ABSTRACT

In ‘super-diverse’ cities such as London across the Western hemisphere, an intensification and diversification of migrant groups is having a profound effect upon how diaspora-making is taking place and how diasporic identities are being formed. A wider range of cultural resources and an increasingly complex ethnic landscape is precipitating the dismantling of conventional categories of difference and identity. In Britain, for example, this diversification consists of a transition from a more conventional immigrant and ethnic minority population (large, well-organized African-Caribbean and South Asian communities and citizens originally from Commonwealth countries or former colonial territories), to a ‘new migration’ from a diverse range of origins mostly relating to places that have no specific historical and colonial links with Britain (Vertovec 2007). Alongside the increasingly diverse make-up of the population, we are also seeing a proliferation in the ways in which people (particularly young people) are expressing their identities (Fanshawe and Sriskandarajah 2010; Vertovec 2012). This emphasis on the ‘super-diversity of identities’ suggests the enabling of a more open, public and visible expression of social identities (Fanshawe and Sriskandarajah 2010; Valentine 2013). These developments also present new challenges to the way we may categorize and encounter other people (Valentine 2013), as well as potentially presenting new possibilities for identity formation (Barber 2015). A multiplication of diverse identities can contribute to a more complex, fluid and nuanced understanding of ‘race’ and ethnicity, and therefore diasporic identities.

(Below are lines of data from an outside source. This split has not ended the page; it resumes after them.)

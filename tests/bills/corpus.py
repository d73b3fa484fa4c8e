"""All ugly files of the tests, for whoever wants to break them further (tests/prove)."""

from __future__ import annotations

from tests.bills import (
    test_ugly_amounts,
    test_ugly_columns,
    test_ugly_dates,
    test_ugly_files,
    test_ugly_readings,
)

CORPUS = [
    *test_ugly_files.CORPUS,
    *test_ugly_dates.CORPUS,
    *test_ugly_readings.CORPUS,
    *test_ugly_columns.CORPUS,
    *test_ugly_amounts.CORPUS,
]
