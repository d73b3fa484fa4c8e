"""A driver's table: which days each row stands for, and questions where that is open.

Lengths of months are the calendar's (Python's calendar module is the reference).
"""

from __future__ import annotations

import calendar
import contextlib
from pathlib import Path

import pytest

from normalize.bills.date_list import read_days
from normalize.bills.driver_rows import DriverAnswers, DriverRows, driver_of_bills, read_driver
from normalize.bills.read import read_bills
from normalize.days import day_of_iso
from normalize.errors import AmbiguousBills, BillError, MissingFile, UnreadableBills


def read(tmp_path: Path, text: str, name: str = "tonnes", **answers: str) -> DriverRows:
    file = tmp_path / "driver.csv"
    file.write_text(text, encoding="utf-8")
    return read_driver(file, name, DriverAnswers(**answers))  # type: ignore[arg-type]


def test_a_row_a_day_needs_no_question(tmp_path: Path) -> None:
    rows = read(tmp_path, "Date,School day\n2023-01-02,1\n2023-01-03,yes\n2023-01-04,no\n")
    first = day_of_iso("2023-01-02")
    assert rows.start == (first, first + 1, first + 2)
    assert rows.end == (first + 1, first + 2, first + 3)
    assert rows.value == (1.0, 1.0, 0.0)


@pytest.mark.parametrize(
    "months", ["Jan 2023,310\nFeb 2023,280", "2023-01,310\n2023-02,280", "1/2023,310\n2/2023,280"]
)
def test_months_last_as_long_as_the_calendar_says(tmp_path: Path, months: str) -> None:
    rows = read(tmp_path, f"Month,Tonnes\n{months}\n", values="total")
    assert [e - s for s, e in zip(rows.start, rows.end, strict=True)] == [
        calendar.monthrange(2023, m)[1] for m in (1, 2)
    ]
    assert rows.start[0] == day_of_iso("2023-01-01")


def test_a_spreadsheets_first_of_the_month_under_month_is_the_month(tmp_path: Path) -> None:
    rows = read(tmp_path, "Month,Tonnes\n2023-01-01,1\n2023-02-01,2\n", values="total")
    assert rows.end == (day_of_iso("2023-02-01"), day_of_iso("2023-03-01"))


def test_year_and_month_in_columns_of_their_own(tmp_path: Path) -> None:
    rows = read(tmp_path, "Year,Month,Tonnes\n2024,2,29\n", values="total")
    assert rows.end[0] - rows.start[0] == 29  # a leap year


def test_the_end_is_the_last_day_where_rows_follow_each_other_so(tmp_path: Path) -> None:
    text = "Start,End,Units\n2023-01-01,2023-01-31,5\n2023-02-01,2023-02-28,6\n"
    rows = read(tmp_path, text, "units", values="level")
    assert rows.end[0] == rows.start[1] == day_of_iso("2023-02-01")
    meeting = text.replace("01-31", "02-01").replace("02-28", "03-01")
    assert read(tmp_path, meeting, "units", values="level").end == rows.end


def test_daily_dates_are_day_first_when_only_so_are_they_days(tmp_path: Path) -> None:
    text = "Date,Tonnes\n" + "".join(f"0{d}/05/2023,{d}\n" for d in range(1, 8))
    assert read(tmp_path, text).start[0] == day_of_iso("2023-05-01")


@pytest.mark.parametrize(
    ("text", "answers", "asks"),
    [
        ("Month,Tonnes\n2023-01,310\n", {}, "values"),
        ("Start,End,Tonnes\n2023-01-01,2023-01-31,5\n", {"values": "total"}, "end_dates"),
        ("Date,Tonnes\n2023-01-05,3\n2023-02-05,4\n", {}, "which days each amount"),
        ("Date,Tonnes\n1/5/2023,3\n", {}, "dates"),
        (
            "Start,End,Tonnes\n2023-01-01,2023-02-01,5\n2023-01-20,2023-03-01,6\n",
            {"values": "total", "end_dates": "exclusive"},
            "stands in two rows",
        ),
        ('Date,Tonnes\n2023-01-05,"1,234"\n2023-01-06,"1.234"\n', {}, "decimal"),
    ],
)
def test_what_can_be_read_in_two_ways_is_asked(
    tmp_path: Path, text: str, answers: dict[str, str], asks: str
) -> None:
    with pytest.raises(AmbiguousBills) as caught:
        read(tmp_path, text, **answers)
    assert asks in str(caught.value)


def test_a_column_that_is_not_there_lists_those_that_are(tmp_path: Path) -> None:
    with pytest.raises(UnreadableBills, match="'Sales', 'Costs'"):
        read(tmp_path, "Date,Sales,Costs\n2023-01-05,3,4\n2023-01-06,3,4\n")


def test_the_only_other_column_is_taken_unless_one_was_named(tmp_path: Path) -> None:
    text = "Date,Output\n2023-01-05,3\n2023-01-06,4\n"
    assert read(tmp_path, text).value == (3.0, 4.0)
    with pytest.raises(UnreadableBills, match="Output"):
        read(tmp_path, text, column="Input")


def test_faulty_rows_are_left_out_and_told(tmp_path: Path) -> None:
    rows = read(tmp_path, "Date,Tonnes\n2023-01-05,3\n2023-02-31,4\n2023-01-07,lots\n2023-01-06,\n")
    assert rows.value == (3.0,)
    assert "line 3" in rows.reading[-1]
    assert "'lots' is not an amount" in rows.reading[-1]


@pytest.mark.parametrize("amount", ["1e300", "9" * 400, "inf", "\x00", "=1+1"])
def test_absurd_amounts_are_none(tmp_path: Path, amount: str) -> None:
    text = f"Date,Tonnes\n2023-01-05,3\n2023-01-06,{amount}\n"
    with contextlib.suppress(BillError):  # a NUL makes it no table at all
        assert read(tmp_path, text).value == (3.0,)


def test_a_file_that_is_not_there(tmp_path: Path) -> None:
    with pytest.raises(MissingFile):
        read_driver(tmp_path / "none.csv", "x", DriverAnswers())


def test_a_column_of_the_bills_belongs_to_each_bills_own_days(tmp_path: Path) -> None:
    file = tmp_path / "bills.csv"
    file.write_text(
        "Start,End,Usage (therms),Cost,Occupied units\n"
        "2023-01-05,2023-02-06,100,120,27\n2023-02-06,2023-03-07,90,110,28\n"
        "2023-03-07,2023-04-05,60,80,\n2023-04-05,2023-05-04,50,70,30\n"
    )
    bills = read_bills(file, fuel="natural gas")
    rows = driver_of_bills(file, bills, "occupied units", DriverAnswers(values="level"))
    assert rows.value == (27.0, 28.0, 30.0)
    assert rows.start[2] == day_of_iso("2023-04-05")
    assert rows.end == (
        day_of_iso("2023-02-06"), day_of_iso("2023-03-07"), day_of_iso("2023-05-04"),
    )  # fmt: skip
    with pytest.raises(AmbiguousBills, match="values"):
        driver_of_bills(file, bills, "occupied units", DriverAnswers())


def test_a_list_of_holidays(tmp_path: Path) -> None:
    file = tmp_path / "holidays.csv"
    file.write_text("Date,Name\n2023-12-25,Midwinter\n2023-07-04,Midsummer\n")
    days, (name, digest) = read_days(file)
    assert days == (day_of_iso("2023-07-04"), day_of_iso("2023-12-25"))
    assert name == "holidays.csv"
    assert len(digest) == 64
    file.write_text("2023-07-04\n2023-13-25\n")
    with pytest.raises(UnreadableBills):
        read_days(file)
    file.write_text("1/7/2023\n")
    with pytest.raises(AmbiguousBills, match="month first"):
        read_days(file)
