"""Writing: the template reads back when filled in; nothing written can act as a formula."""

from __future__ import annotations

import csv
from pathlib import Path

import pytest

from normalize.bills.read import read_bills
from normalize.bills.write import safe_text, write_periods, write_template
from normalize.days import iso
from normalize.errors import UnwritableReport


def test_template_filled_in_reads_back(tmp_path: Path) -> None:
    file = tmp_path / "bills.csv"
    write_template(file)
    with file.open("a", newline="") as stream:
        csv.writer(stream).writerows(
            [
                ["2023-01-05", "2023-02-06", 81, "therm", 95.1, "yes"],
                ["2023-02-06", "2023-03-07", 70.5, "therm", 88, ""],
            ]
        )
    bills = read_bills(file)
    assert (bills.unit, bills.fuel) == ("therm", "natural gas")
    assert bills.periods.use.tolist() == [151.5]
    assert bills.periods.cost.tolist() == [95.1 + 88]


def test_template_is_not_overwritten(tmp_path: Path) -> None:
    file = tmp_path / "bills.csv"
    file.write_text("mine")
    with pytest.raises(UnwritableReport, match="a file of that name"):
        write_template(file)
    assert file.read_text() == "mine"
    with pytest.raises(UnwritableReport, match="cannot be written"):
        write_template(tmp_path / "no" / "where.csv")


def test_net_metered_periods_are_written_as_numbers(tmp_path: Path) -> None:
    source, out = tmp_path / "a.csv", tmp_path / "b.csv"
    source.write_text(
        "Start,End,Net usage (kWh)\n2023-01-05,2023-02-06,81\n2023-02-06,2023-03-07,-70.25\n"
    )
    bills = read_bills(source, net_metered=True)
    write_periods(bills, out)
    assert out.read_text().splitlines()[2] == "electricity,2023-02-06,2023-03-07,29,-70.25,"
    assert read_bills(out, net_metered=True).periods.use.tolist() == [81.0, -70.25]
    with pytest.raises(UnwritableReport, match="of that name"):
        write_periods(bills, out)
    write_periods(bills, out, overwrite=True)


def test_gaps_survive_the_round_trip(tmp_path: Path) -> None:
    source, out = tmp_path / "a.csv", tmp_path / "b.csv"
    source.write_text(
        "Start,End,Days,Therms\n2023-01-05,2023-02-05,32,81\n2023-06-06,2023-07-06,31,0.1\n"
    )
    bills = read_bills(source)
    write_periods(bills, out)
    again = read_bills(out).periods
    assert [iso(int(d)) for d in again.start] == ["2023-01-05", "2023-06-06"]
    assert [iso(int(d)) for d in again.end] == ["2023-02-06", "2023-07-07"]


@pytest.mark.parametrize(
    "text", ["=1+1", "+1", "-1", "@x", "\t=x", " =x", "\r=x", "\uff1dx", "\0=x"]
)
def test_no_cell_acts_as_a_formula(text: str) -> None:
    assert safe_text(text).startswith("'")


@pytest.mark.parametrize("text", ["", "gas", "2023-01-05", "a=b"])
def test_plain_text_is_untouched(text: str) -> None:
    assert safe_text(text) == text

Conceptions of ‘super-diversity’ are arguably useful in two ways: firstly, they can offer the potential for avoiding essentialisms by focusing on ‘processes of identification’ rather than points of origin (Wessendorf 2013); and secondly, they hold the potential to open a space to develop more sophisticated notions of ethnicity in urban contexts by extending dominant or traditional conceptions of multi-racial and multi-ethnic contexts beyond ‘hypervisible’ groups, like South Asian and African-Caribbean migrant-settler populations in the British context (Knowles 2013).